The Internet of Things (IoT Security) has grown exponentially in recent years, has gone from being a stranger to being present in our day-to-day.
Smart devices such as appliances, televisions, thermostats, assistants, and a host of accessories not only make our lives easier. But that continuously captures information, information that is not always adequately secured.
What is a privacy problem in the domestic environment translates into a severe security problem in the industrial environment since these types of devices control production processes or can give access to private areas of the corporate network if they not accurately managed.
Table of Contents
IoT Security -Are these problems severe?
According to a Symantec study, attacks on IoT Security devices have increased six-fold in recent years. Its novelty, the lack of security that often surrounds such devices and, above all, the massive number of tools and the speed at which they grow, it is estimated that there are more than 20,000 million devices installed, make this type of device a juicy goal.
Also Read: IoT Risks
What can an attacker get with these devices?
The key is its immense number, a botnet of IoT devices can form by hundreds of thousands or even millions of tools that can use in denial of service attacks that seek to interrupt a service based on making a considerable number of requests in a coordinated way. To request an excellent calculation capacity is not necessary, and therefore almost any device can.
A clear example of a denial of service attack with IoT Security was caused by the so-called “Mirai” that infected hundreds of thousands of computers that were used to perform some of the strongest denials of service attacks in history, OVH reported traffic from 1 Tb / s from this botnet in various attacks.
In addition to security problems, these devices have privacy problems, since they take data that, in many cases, can be personal and send them to the cloud — this shipment made in many cases without adequate security. Securing personal data can be interrupted by a third party.
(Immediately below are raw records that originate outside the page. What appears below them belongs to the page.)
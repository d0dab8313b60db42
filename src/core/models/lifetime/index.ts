// Lifetime distributions and censored observations: the kind's one public face.
export {
  CENSORING_STATUSES, EXACT, RIGHT, LEFT, INTERVAL, censoredResponse, uncensoredResponse, isCensored, censoringCounts,
  type CensoredResponse, type CensoringColumns, type CensoringCounts, type CensoringStatus,
} from './censoring.ts';
export { DISTRIBUTION_NAMES, DISTRIBUTIONS, isDistributionName, isPositiveTime, type DistributionName } from './distributions.ts';
export { fitLifetime, type LifetimeCandidate } from './fit-lifetime.ts';
export type { LifetimeFit } from './lifetime-result.ts';
export { checkLifetimeOptions, DEFAULT_INTERVAL_LEVEL, DEFAULT_MAX_ITERATIONS, type LifetimeOptions } from './options.ts';
export type { LifePercentile, LifeSurvival, LifetimeEstimates } from './life-quantities.ts';
export { predictLifetime, coxSnellResiduals, fittedDistributionCurve, type LifetimeRowPrediction, type LifetimePredictionRequest } from './lifetime-predict.ts';
export { lifetimeNestedTests, lifetimeNestingOrder, nestingCandidateOf, type LifetimeLikelihoodRatioTest, type LifetimeNestingCandidate } from './nested.ts';
export { nonparametricEstimate, kaplanMeier, turnbull, type KaplanMeierEstimate, type TurnbullEstimate } from './nonparametric/index.ts';
export { priceLifetime, priceNonparametric, type LifetimeShape } from './pricing.ts';
export { LIFETIME_CONVENTIONS } from './conventions.ts';
export { lifePicture, pictureAxis, PICTURE_NOTES, PICTURE_POINTS, PICTURE_RISE, type LifePicture, type LifeCurve, type StoredKaplanMeier, type StoredTurnbull } from './life-picture.ts';
export { priceLifePicture } from './pricing.ts';
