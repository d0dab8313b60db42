// Time of the after-ranking statistics of one fitted model (leave-one-out
// error, assumption checks, predictions) against the fit's own time,
// measured in the same run: the checks should cost well under the fit.
//   npx tsx scripts/bench-after-ranking.ts [rows=100000] [columns=30] [weighted=0]
// The data are random from a seeded generator (a benchmark needs only their shape).
import { buildDesign } from '../src/core/design/index.ts';
import { fitLeastSquares } from '../src/core/fit/index.ts';
import { leaveOneOutError } from '../src/core/loo.ts';
import { diagnoseFit } from '../src/core/diagnostics/index.ts';
import { predictMeanResponse } from '../src/core/predict.ts';
import { modelGeometry } from '../src/core/inference/model-geometry.ts';
import type { Columns } from '../src/core/types.ts';
import { largeFitData } from './large-fit-data.ts';

const rows = Number(process.argv[2] ?? 100_000);
const m = Number(process.argv[3] ?? 30);
const weighted = process.argv[4] === '1';

const { names, columns, y, uniform } = largeFitData(rows, m);
const weights = weighted ? Float64Array.from({ length: rows }, () => 0.5 + uniform()) : undefined;
const allRows = Array.from({ length: rows }, (_, i) => i);

const time = <T>(f: () => T): [T, number] => {
  const t0 = performance.now();
  const r = f();
  return [r, (performance.now() - t0) / 1000];
};

const [built, designSeconds] = time(() => buildDesign(columns as Columns, names, true, allRows));
if ('issues' in built) throw new Error(JSON.stringify(built.issues.slice(0, 3)));
const design = built.design;
const [fit, fitSeconds] = time(() => fitLeastSquares(design, y, weights));
const [, geometrySeconds] = time(() => modelGeometry(fit, design, weights));
const [loo, looSeconds] = time(() => leaveOneOutError(fit, design, weights));
const [diag, diagnoseSeconds] = time(() => diagnoseFit(fit, design, weights));
// As the comparison calls them: one geometry shared by both.
const [, sharedSeconds] = time(() => {
  const geometry = modelGeometry(fit, design, weights);
  leaveOneOutError(fit, design, weights, geometry);
  diagnoseFit(fit, design, weights, geometry);
});
const newRows = { rows: 1000, labels: design.labels, high: design.high.map((c) => c.slice(0, 1000)), low: design.low.map((c) => c.slice(0, 1000)), intercept: true, termOfColumn: design.termOfColumn };
const [, predictSeconds] = time(() => predictMeanResponse(fit, design, newRows, weights));

const line = (step: string, seconds: number) =>
  console.log(`${step.padEnd(38)} ${seconds.toFixed(3).padStart(8)} s   ${(seconds / fitSeconds).toFixed(3).padStart(7)} x fit`);
console.log(`n = ${rows}, p = ${design.labels.length}${weighted ? ', weighted' : ''}`);
line('buildDesign', designSeconds);
line('fitLeastSquares (baseline)', fitSeconds);
line('modelGeometry (shared basis)', geometrySeconds);
line('leaveOneOutError (own geometry)', looSeconds);
line('diagnoseFit (own geometry)', diagnoseSeconds);
line('geometry + LOO + diagnostics, shared', sharedSeconds);
line('predictMeanResponse, 1000 rows', predictSeconds);
console.log(`press ${loo.press}, max VIF ${diag.multicollinearity.maxVarianceInflation}, condition ${diag.multicollinearity.conditionNumber}, BP ${diag.heteroscedasticity.statistic}`);
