// Starting values from least squares on one representative value per row
// (the failure time, the censoring time, or the middle of a window, on the
// model's scale), corrected by the moments of the law: if y = μ + σZ then
// E[y] = μ + σ E[Z] and sd(y) = σ sd(Z). For the gamma on log-time,
// ln t = μ + ln G with var(ln G) = ψ'(κ) and E[ln G] = ψ(κ), so κ solves
// ψ'(κ) = var. Censored rows bias these moments, which is why they are only
// where Newton–Raphson starts.
import digamma from '@stdlib/math-base-special-digamma';
import trigamma from '@stdlib/math-base-special-trigamma';
import type { Distribution } from './distributions.ts';
import { toFitCoordinates, type ResponseScaling, type StandardisedDesign } from './standardised-problem.ts';

/** κ with ψ'(κ) = variance, by bisection on ln κ (ψ' is decreasing), within e^-7 … e^14. */
export function gammaShapeForLogVariance(variance: number): number {
  let lo = -7;
  let hi = 14;
  if (!(variance > 0)) return Math.exp(hi);
  for (let k = 0; k < 60; k++) {
    const mid = (lo + hi) / 2;
    if (trigamma(Math.exp(mid)) > variance) lo = mid;
    else hi = mid;
  }
  return Math.exp((lo + hi) / 2);
}

/**
 * θ' = (γ, s') in the fit's coordinates, from least-squares coefficients
 * (on the data's scale, over the estimable columns) and the root mean
 * square residual of that fit; `withSlopes` false keeps only the location
 * (a second start when the first fails).
 */
export function startingValues(
  distribution: Distribution,
  leastSquares: ArrayLike<number>,
  rootMeanSquare: number,
  design: StandardisedDesign,
  scaling: ResponseScaling,
  withSlopes = true,
): Float64Array {
  const gamma = toFitCoordinates(design, scaling, leastSquares);
  // Without slopes: the columns are centred, so the intercept alone is the fitted mean.
  if (!withSlopes) gamma.forEach((_, j) => { if (j !== design.intercept) gamma[j] = 0; });
  const p = gamma.length;
  const spread = rootMeanSquare / scaling.spread;
  const form = distribution.form;
  const shift = (by: number) => {
    if (design.intercept >= 0) gamma[design.intercept] -= by;
  };
  if (form.kind === 'gamma') {
    const shape = gammaShapeForLogVariance(spread * spread);
    shift(digamma(shape));
    return Float64Array.from([...gamma, Math.log(shape)]);
  }
  if (form.fixedScale) {
    shift(form.law.mean);
    return gamma;
  }
  const sigma = spread > 0 && Number.isFinite(spread) ? Math.min(1e3, Math.max(1e-3, spread / form.law.sd)) : 1;
  shift(form.law.mean * sigma);
  const theta = new Float64Array(p + 1);
  theta.set(gamma);
  theta[p] = Math.log(sigma);
  return theta;
}
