// Likelihood-ratio tests between lifetime candidates where one is a special
// case of the other, fitted to the same observations:
// - the same distribution with the smaller model's design columns a subset of
//   the larger's (a covariate subset of an AFT model);
// - the exponential inside the Weibull (σ = 1) or inside the gamma (κ = 1),
//   with the exponential's design columns a subset of the other's.
// Columns are compared by their keys (design/column-identity.ts), as the
// linear nested tests do. LR = 2(ℓ_larger - ℓ_smaller) is referred to
// χ²(k_larger - k_smaller). The restrictions are interior points of the
// larger model's parameter space (σ = 1, κ = 1, a coefficient 0), so the
// usual χ² reference applies (common practice; Wilks 1938).
import { chiSquareUpperTail } from '../../inference/distributions.ts';
import type { StatisticsIssue } from '../../inference/issue.ts';
import { collectNestedTests, type NestedPairRequest } from '../../inference/nested-pairs.ts';
import type { DesignMatrix } from '../../types.ts';
import type { DistributionName } from './distributions.ts';
import type { LifetimeFit } from './lifetime-result.ts';

export interface LifetimeNestingCandidate {
  name: string;
  distribution: DistributionName;
  /** Design column keys of the location (DesignMatrix.keys); null nests with nothing. */
  keys: readonly string[] | null;
  parameters: number;
  logLikelihood: number;
  observations: number;
  /** Identity of the observations (response, censoring, rows): equal strings, same sample. */
  sample: string;
}

export interface LifetimeLikelihoodRatioTest {
  smaller: string;
  larger: string;
  /** What makes the smaller model a special case, in words. */
  restriction: string;
  df: number;
  lrStatistic: number;
  pValue: number;
}

/** The facts nesting needs from a fitted candidate; `sample` identifies its observations (response, censoring, rows). */
export function nestingCandidateOf(fit: LifetimeFit, design: DesignMatrix, sample: string): LifetimeNestingCandidate {
  return {
    name: fit.name, distribution: fit.distribution, keys: design.keys ?? null, parameters: fit.parameters,
    logLikelihood: fit.logLikelihood, observations: fit.observations, sample,
  };
}

const SPECIAL_CASES: Partial<Record<DistributionName, { inside: DistributionName; restriction: string }[]>> = {
  exponential: [
    { inside: 'weibull', restriction: 'Weibull shape fixed at 1' },
    { inside: 'gamma', restriction: 'gamma shape fixed at 1' },
  ],
};

function isSubset(small: readonly string[] | null, large: readonly string[] | null): boolean {
  if (small === null || large === null) return false;
  const present = new Set(large);
  return small.every((k) => present.has(k));
}

/** Why `smaller` is a special case of `larger`, or null when it is not. */
function restrictionOf(smaller: LifetimeNestingCandidate, larger: LifetimeNestingCandidate): string | null {
  if (smaller.sample !== larger.sample || smaller.observations !== larger.observations) return null;
  if (smaller.parameters >= larger.parameters || !isSubset(smaller.keys, larger.keys)) return null;
  const dropped = (larger.keys ?? []).filter((k) => !(smaller.keys ?? []).includes(k)).length;
  const terms = dropped > 0 ? `${dropped} location column${dropped === 1 ? '' : 's'} set to 0` : null;
  if (smaller.distribution === larger.distribution) return terms;
  const special = SPECIAL_CASES[smaller.distribution]?.find((s) => s.inside === larger.distribution);
  if (!special) return null;
  return terms ? `${special.restriction}, ${terms}` : special.restriction;
}

export function lifetimeNestingOrder(
  a: LifetimeNestingCandidate,
  b: LifetimeNestingCandidate,
): { smaller: LifetimeNestingCandidate; larger: LifetimeNestingCandidate; restriction: string } | null {
  const ab = restrictionOf(a, b);
  if (ab !== null) return { smaller: a, larger: b, restriction: ab };
  const ba = restrictionOf(b, a);
  if (ba !== null) return { smaller: b, larger: a, restriction: ba };
  return null;
}

export function lifetimeLikelihoodRatioTest(
  smaller: LifetimeNestingCandidate,
  larger: LifetimeNestingCandidate,
  restriction: string,
): LifetimeLikelihoodRatioTest {
  const df = larger.parameters - smaller.parameters;
  // The larger model's maximum is at least the smaller's; a hair below is rounding.
  const lrStatistic = Math.max(0, 2 * (larger.logLikelihood - smaller.logLikelihood));
  return { smaller: smaller.name, larger: larger.name, restriction, df, lrStatistic, pValue: chiSquareUpperTail(lrStatistic, df) };
}

/**
 * Every nested pair among the candidates, plus the pairs a request names
 * (options.tests): see inference/nested-pairs.ts.
 */
export function lifetimeNestedTests(
  candidates: readonly LifetimeNestingCandidate[],
  requested: readonly NestedPairRequest[] = [],
): { tests: LifetimeLikelihoodRatioTest[]; issues: StatisticsIssue[] } {
  return collectNestedTests(candidates, requested, {
    order: lifetimeNestingOrder,
    test: (order) => lifetimeLikelihoodRatioTest(order.smaller, order.larger, order.restriction),
    notNested: (pair, a, b) => ({
      code: 'nested-test-not-nested',
      message: `Neither of "${a.name}" (${a.distribution}) and "${b.name}" (${b.distribution}) is a special case of the other on the same observations: a lifetime model nests another only with the same distribution and a subset of its terms, or as the exponential inside a Weibull or gamma with a subset of its terms.`,
      facts: { smaller: pair.smaller, larger: pair.larger },
    }),
    unknownCandidate: 'A requested nested test pairs a life model with a candidate that is not one: a life model can be tested only against another life model fitted to the same observations (by a likelihood-ratio test).',
  });
}
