# --- Pressure sensors: days until drift out of tolerance, by operating temperature.
# Inverse Gaussian variates by Michael, Schucany & Haas (1976).
rinvgauss_msh <- function(n, mean, shape) {
  v <- rnorm(n)^2
  x <- mean + mean^2 * v / (2 * shape) - mean / (2 * shape) * sqrt(4 * mean * shape * v + mean^2 * v^2)
  ifelse(runif(n) <= mean / (mean + x), x, mean^2 / x)
}
set.seed(20240614)
n <- 40
sensors <- data.frame(temperature = round(runif(n, 20, 90)))
sensors$days <- round(rinvgauss_msh(n, mean = 1 / sqrt(1e-5 + 2e-7 * sensors$temperature), shape = 800), 2)
sensors_new <- data.frame(temperature = c(25, 55, 85))
for (link in c("1/mu^2", "log")) {
  fit <- polish(glm(days ~ temperature, family = inverse.gaussian(link = link), data = sensors, control = CONTROL,
    start = if (link == "log") c(5, -0.01) else c(1e-5, 2e-7)))
  phi <- fit$deviance / n
  name <- if (link == "log") "log" else "inverseSquare"
  cases[[paste0("sensors-inverse-gaussian-", name)]] <- case(fit, c("intercept", "temperature"), "inverseGaussian", name,
    sensors, "days", list("temperature"), phi, as.numeric(logLik(fit)),
    list(name = "dispersion", estimate = phi, standardError = phi * sqrt(2 / n)), newdata = sensors_new)
  if (link == "log") {
    # Against the intercept-only model: R's F test, dispersion Pearson chi2 / df of the larger model.
    fit0 <- polish(glm(days ~ 1, family = inverse.gaussian(link = "log"), data = sensors, control = CONTROL, start = c(5)))
    a <- anova(fit0, fit, test = "F")
    tests[["sensors-inverse-gaussian-f"]] <- list(smaller = list(), larger = list("temperature"),
      statistic = a$F[2], df = a$Df[2], residualDf = a[["Resid. Df"]][2], pValue = a[["Pr(>F)"]][2])
  }
}

out <- list(
  generatedWith = paste0(R.version.string, "; MASS ", as.character(packageVersion("MASS"))),
  script = "scripts/glm-reference.R",
  control = "glm.control(epsilon = 1e-14, maxit = 100)",
  beetleSource = "Bliss, C. I. (1935). The calculation of the dosage-mortality curve. Annals of Applied Biology 22, 134-167.",
  cases = cases,
  tests = tests
)
dir.create("test/reference/glm", showWarnings = FALSE, recursive = TRUE)
writeLines(json(out), "test/reference/glm/glm-reference.json")
cat("wrote test/reference/glm/glm-reference.json\n")
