// Weighted linear least squares for one candidate design.
//
// Pipeline: equilibrate (weights as row scaling, centring against the intercept,
// power-of-two column scaling) -> Householder QR with limited pivoting (rank and
// aliasing in the caller's column order) -> iterative refinement of the augmented
// system with double-double residuals -> covariance -> exact map back to the
// caller's basis. Pure: never throws on numerical input; degenerate inputs give a
// fit with rank 0, sigma null or exactFit true, for the caller to judge.
//
// Preconditions the caller checks (violations give NaN, not a throw): design and
// y finite; weights, when given, are relative weights >= 0 (a weight that is not
// a positive finite number takes its row out of the fit, as a zero weight does).
// The intercept column (termOfColumn -1, a constant column) is factorised first
// wherever the caller put it.

import type { DesignMatrix, LeastSquaresFit } from '../types.ts';
import { ddMul, ddSub, splitHigh, type DD } from '../numeric/double-double.ts';
import { sumSquaresDD } from '../numeric/dd-vector.ts';
import { equilibrate } from './equilibration.ts';
import { householderQR } from './householder-qr.ts';
import { MAX_REFINEMENT_STEPS, refineLeastSquares } from './refinement.ts';
import { equilibratedCovariance, type CovarianceRoute } from './covariance.ts';
import { mapCoefficients, mapCovariance } from './basis-map.ts';
import { conditionFromR } from './condition.ts';
import { totalSumOfSquares } from './total-sum-of-squares.ts';
import { isExactFit } from './exact-fit.ts';

/**
 * Relative remaining-norm threshold for aliasing. NIST Filip's smallest relative
 * remaining norm after centring is 6.06e-8 (measured) and must stay full rank;
 * exactly collinear columns (dummies plus intercept, x and 2x, degrees C and K)
 * leave 2e-16 to 4e-16 (measured on Norris). 1e-10 sits between them with a
 * margin of ~600 on the Filip side and ~1e5 on the collinear side.
 */
export const ALIAS_TOLERANCE = 1e-10;

export interface FitOptions {
  /** Relative remaining-norm threshold below which a column is aliased (default 1e-10). */
  aliasTolerance?: number;
  /** Refinement steps after the initial QR solve (default 10; 0 gives the plain equilibrated QR). */
  maxRefinementSteps?: number;
  /**
   * Covariance route: 'auto' (default) takes the double-double Gram matrix when the
   * plain route's error bound is too large; 'extended' and 'double' force one route
   * (for diagnostics and the accuracy tests).
   */
  covariance?: CovarianceRoute;
}

export { MAX_REFINEMENT_STEPS };

export function fitLeastSquares(
  design: DesignMatrix,
  y: Float64Array,
  weights?: Float64Array,
  options: FitOptions = {},
): LeastSquaresFit {
  const tolerance = options.aliasTolerance ?? ALIAS_TOLERANCE;
  const maxSteps = options.maxRefinementSteps ?? MAX_REFINEMENT_STEPS;
  const n = design.rows;
  const p = design.labels.length;
  const eq = equilibrate(design, y, weights, tolerance);

  // Factorisation order: the intercept first (centring already projected it out of
  // the others), then the caller's order; columns the intercept explains are aliased.
  const candidates: number[] = [];
  if (eq.interceptColumn >= 0) candidates.push(eq.interceptColumn);
  for (let j = 0; j < p; j++) {
    if (j !== eq.interceptColumn && !eq.aliasedByIntercept[j]) candidates.push(j);
  }
  const qr = householderQR(eq.ah, n, candidates, eq.norm, tolerance);
  const columns = qr.order.slice(0, qr.rank).map((c) => candidates[c]);
  const accepted = new Set(columns);

  const sol = refineLeastSquares(qr, eq.ah, eq.al, columns, eq.bh, eq.bl, maxSteps);
  const beta = mapCoefficients(eq, columns, sol.xh, sol.xl);

  // Residuals e = y - X beta: from the refined weighted residual where the weight
  // is positive (e = r / (c sqrt(w))), directly in double-double elsewhere.
  const c = eq.responseScale;
  const residuals = new Float64Array(n);
  const fitted = new Float64Array(n);
  for (let i = 0; i < n; i++) {
    const positive = eq.sh ? eq.sh[i] > 0 : true;
    if (positive && !eq.sh) {
      residuals[i] = (sol.rh[i] + sol.rl[i]) / c;
    } else if (positive) {
      // (rh + rl) / (sh + sl) to double accuracy: q + (rh - q sh + rl - q sl) / sh,
      // with rh - q sh exact via twoProduct.
      const sh = eq.sh![i];
      const q = sol.rh[i] / sh;
      const ph = q * sh;
      const q1 = splitHigh(q);
      const q2 = q - q1;
      const s1 = splitHigh(sh);
      const s2 = sh - s1;
      const pl = q1 * s1 - ph + q1 * s2 + q2 * s1 + q2 * s2; // twoProduct(q, sh) without the tuple
      residuals[i] = (q + (sol.rh[i] - ph - pl + sol.rl[i] - q * eq.sl![i]) / sh) / c;
    } else {
      let e: DD = [y[i], 0];
      for (const [j, [bh, bl]] of beta) {
        const [ph, pl] = ddMul(design.high[j][i], design.low[j][i], bh, bl);
        e = ddSub(e[0], e[1], ph, pl);
      }
      residuals[i] = e[0];
    }
    fitted[i] = y[i] - residuals[i];
  }

  // rss = ||r||^2 / c^2 (c a power of two), in double-double.
  const rssDD = sumSquaresDD(sol.rh, sol.rl);
  const rss = rssDD[0] / (c * c);
  const tss = totalSumOfSquares(design.intercept, y, weights, eq.weightTotal);
  const dof = eq.positiveRows - qr.rank;
  const sigma = dof > 0 ? Math.sqrt(rss / dof) : null;

  const conditionNumber = conditionFromR(qr);
  const { covariance: covEq } = equilibratedCovariance(
    qr, eq.ah, eq.al, columns, conditionNumber, options.covariance ?? 'auto',
  );
  const { estimable, covariance } = mapCovariance(eq, columns, covEq);

  const coefficients: (number | null)[] = [];
  const standardErrors: (number | null)[] = [];
  const aliased: string[] = [];
  for (let j = 0; j < p; j++) {
    if (!accepted.has(j)) {
      coefficients.push(null);
      standardErrors.push(null);
      aliased.push(design.labels[j]);
      continue;
    }
    coefficients.push(beta.get(j)![0]);
    const v = covariance[estimable.indexOf(j)][estimable.indexOf(j)];
    standardErrors.push(sigma === null || sigma === 0 ? null : sigma * Math.sqrt(v));
  }

  let bNorm = 0;
  for (let i = 0; i < n; i++) bNorm += eq.bh[i] * eq.bh[i];
  const exactFit = isExactFit(Math.sqrt(rssDD[0]), Math.sqrt(bNorm));

  return {
    observations: eq.positiveRows,
    rank: qr.rank,
    coefficients,
    standardErrors,
    aliased,
    unscaledCovariance: covariance,
    estimable,
    residuals,
    fitted,
    rss,
    tss,
    sigma,
    exactFit,
    conditionNumber,
    refinement: { steps: sol.steps, lastCorrection: sol.lastCorrection },
  };
}
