// npx tsx scripts/screenshots.ts: the demo comparison's pictures as a reader
// sees them. Starts the service in-process with a throwaway audit file, posts
// the demo comparison, and saves with Debian's Chromium (playwright-core):
// the chart at every named size and for every criterion at the default size,
// the report at 1280 px wide, a demo search's chart and report, and /docs. The PNGs land in out/screenshots/
// (git-ignored) for a person to look at; nothing is asserted here
// (test/browser/report.test.ts asserts).
import { mkdirSync, mkdtempSync, rmSync } from 'node:fs';
import { tmpdir } from 'node:os';
import { join, resolve } from 'node:path';
import { chromium } from 'playwright-core';
import { defaultConfig } from '../src/config.ts';
import { openAuditStore } from '../src/audit/open.ts';
import { buildApp } from '../src/http/app.ts';
import { sizePresets } from '../src/render/index.ts';
import { demoColumns, demoComparison } from './demo-data.ts';

/** The demo scenario as a search: every hierarchical subset of six kiln terms, log shrinkage. */
const demoSearch = () => ({
  data: { columns: demoColumns() }, response: 'shrinkage', label: 'tile shrinkage: which kiln settings matter', hierarchy: true, top: 8,
  responseTransform: { fn: 'log' },
  pool: ['peakTemp', 'holdMinutes', 'moisture', { kind: 'factor', of: 'kiln' }, { kind: 'power', of: 'peakTemp', degree: 2 }, { kind: 'product', of: ['peakTemp', 'moisture'] }],
});

const outDir = resolve(import.meta.dirname, '../out/screenshots');
mkdirSync(outDir, { recursive: true });
const dir = mkdtempSync(join(tmpdir(), 'parsimetry-shots-'));
const config = defaultConfig({ auditDb: join(dir, 'audit.sqlite'), port: 0 });
const store = await openAuditStore(config.auditDb);
const app = await buildApp({ config, store, logger: false });
const browser = await chromium.launch({ executablePath: '/usr/bin/chromium', headless: true, args: ['--no-sandbox', '--disable-gpu', '--disable-quic', '--no-first-run', '--disable-background-networking', '--disable-component-update', '--disable-sync'] });
try {
  const base = await app.listen({ host: '127.0.0.1', port: 0 });
  const response = await fetch(`${base}/v1/comparisons`, {
    method: 'POST',
    headers: { 'content-type': 'application/json' },
    body: JSON.stringify(demoComparison()),
  });
  const body = (await response.json()) as { id: string };
  if (!response.ok) throw new Error(`the service refused the demo: ${response.status} ${JSON.stringify(body)}`);
  const at = `/v1/comparisons/${body.id}`;
  const shots: [string, string, number][] = [];
  for (const [size, preset] of Object.entries(sizePresets)) shots.push([`chart-${size}.png`, `${at}/chart.svg?size=${size}`, preset.width]);
  for (const criterion of ['aic', 'bic', 'hqc', 'adjustedR2', 'loo']) shots.push([`chart-${criterion}.png`, `${at}/chart.svg?criterion=${criterion}`, 720]);
  shots.push(['chart-240.png', `${at}/chart.svg?width=240`, 240]);
  shots.push(['report-1280.png', `${at}/report`, 1280]);
  // A demo search over the same data: its own chart and report.
  const searched = await fetch(`${base}/v1/searches`, { method: 'POST', headers: { 'content-type': 'application/json' }, body: JSON.stringify(demoSearch()) });
  const search = (await searched.json()) as { id: string };
  if (!searched.ok) throw new Error(`the service refused the demo search: ${searched.status} ${JSON.stringify(search)}`);
  shots.push(['search-chart-panel.png', `/v1/searches/${search.id}/chart.svg`, 720], ['search-chart-tile.png', `/v1/searches/${search.id}/chart.svg?size=tile`, 420]);
  shots.push(['search-report-1280.png', `/v1/searches/${search.id}/report`, 1280]);
  for (const [file, path, width] of shots) {
    const page = await browser.newPage({ viewport: { width, height: 700 } });
    await page.goto(`${base}${path}`);
    // A bare SVG document has no scrolling element for a full-page shot: size the viewport to it instead.
    const svgHeight = await page.evaluate(() => (document.documentElement.localName === 'svg' ? document.documentElement.getBoundingClientRect().height : null));
    if (svgHeight !== null) await page.setViewportSize({ width, height: Math.ceil(svgHeight) });
    await page.screenshot({ path: join(outDir, file), fullPage: svgHeight === null });
    await page.close();
    process.stdout.write(`${join('out/screenshots', file)}\n`);
  }
  const docs = await browser.newPage({ viewport: { width: 1280, height: 900 } });
  await docs.goto(`${base}/docs`);
  await docs.waitForSelector('.opblock', { timeout: 60_000 });
  await docs.screenshot({ path: join(outDir, 'docs.png') });
  process.stdout.write('out/screenshots/docs.png\n');
} finally {
  await browser.close();
  await app.close();
  await store.close();
  rmSync(dir, { recursive: true, force: true });
}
In other cases, they can also be blocked by the internet provider, the device provider or even by government agencies.
Related Post: IoT Security Market
How can we protect Ourselves?
Most devices are small miniature computers, and as with any network, the first security measure is to configure the equipment correctly.
The default configuration is one of the most common sources of vulnerability. And it is necessary to adapt the configuration and use strong passwords to avoid leaving too many doors open.
It is necessary to keep the devices updated. It must take into account that any vulnerability detected that not effectively remedied is an open door and that if the device ceases to be supported by the manufacturer. We must replace it and that if we cannot replace it, we will have to find other ways to secure it.
We now enter the main security problem of these types of devices. The number of connections they make to the internet, which often occurs with inadequate security.
These devices are designed with priorities other than security. Usually, in their design process, things like unit cost or battery life take precedence over communications security. Therefore it is essential to review the specifications of the device when selecting it. You have to look for devices that use secure encryption in all your communications. Otherwise, it will be susceptible to being intercepted or monitored. If it is not possible to use a device with secure encryption or we are interested in ensuring an existing deployment, we can always use a VPN to secure communications.
A VPN service will help us encrypt communications between the device and the cloud with strong encryptions. Although we may not be able to find or not compensate for installing a VPN client on each device, it is possible to use the VPN on a router or hub.
Installing the VPN client on a router will ensure that all traffic secured, we can do the same, for example, with a Raspberry Pi device as a sensor hub (e.g., Arduino).
In the case of having many devices connected to the internet, without doing so through a router or a hub, Smart DNS services can be used to circulate traffic through the VPN server, it is not such a secure solution, but it provides an additional level of security.
The Internet of Things is a reality that brings new security problems. A large number of devices that deploy and the little concern in their security make them favorite targets for attacks. Following small safety standards, we will reduce the danger.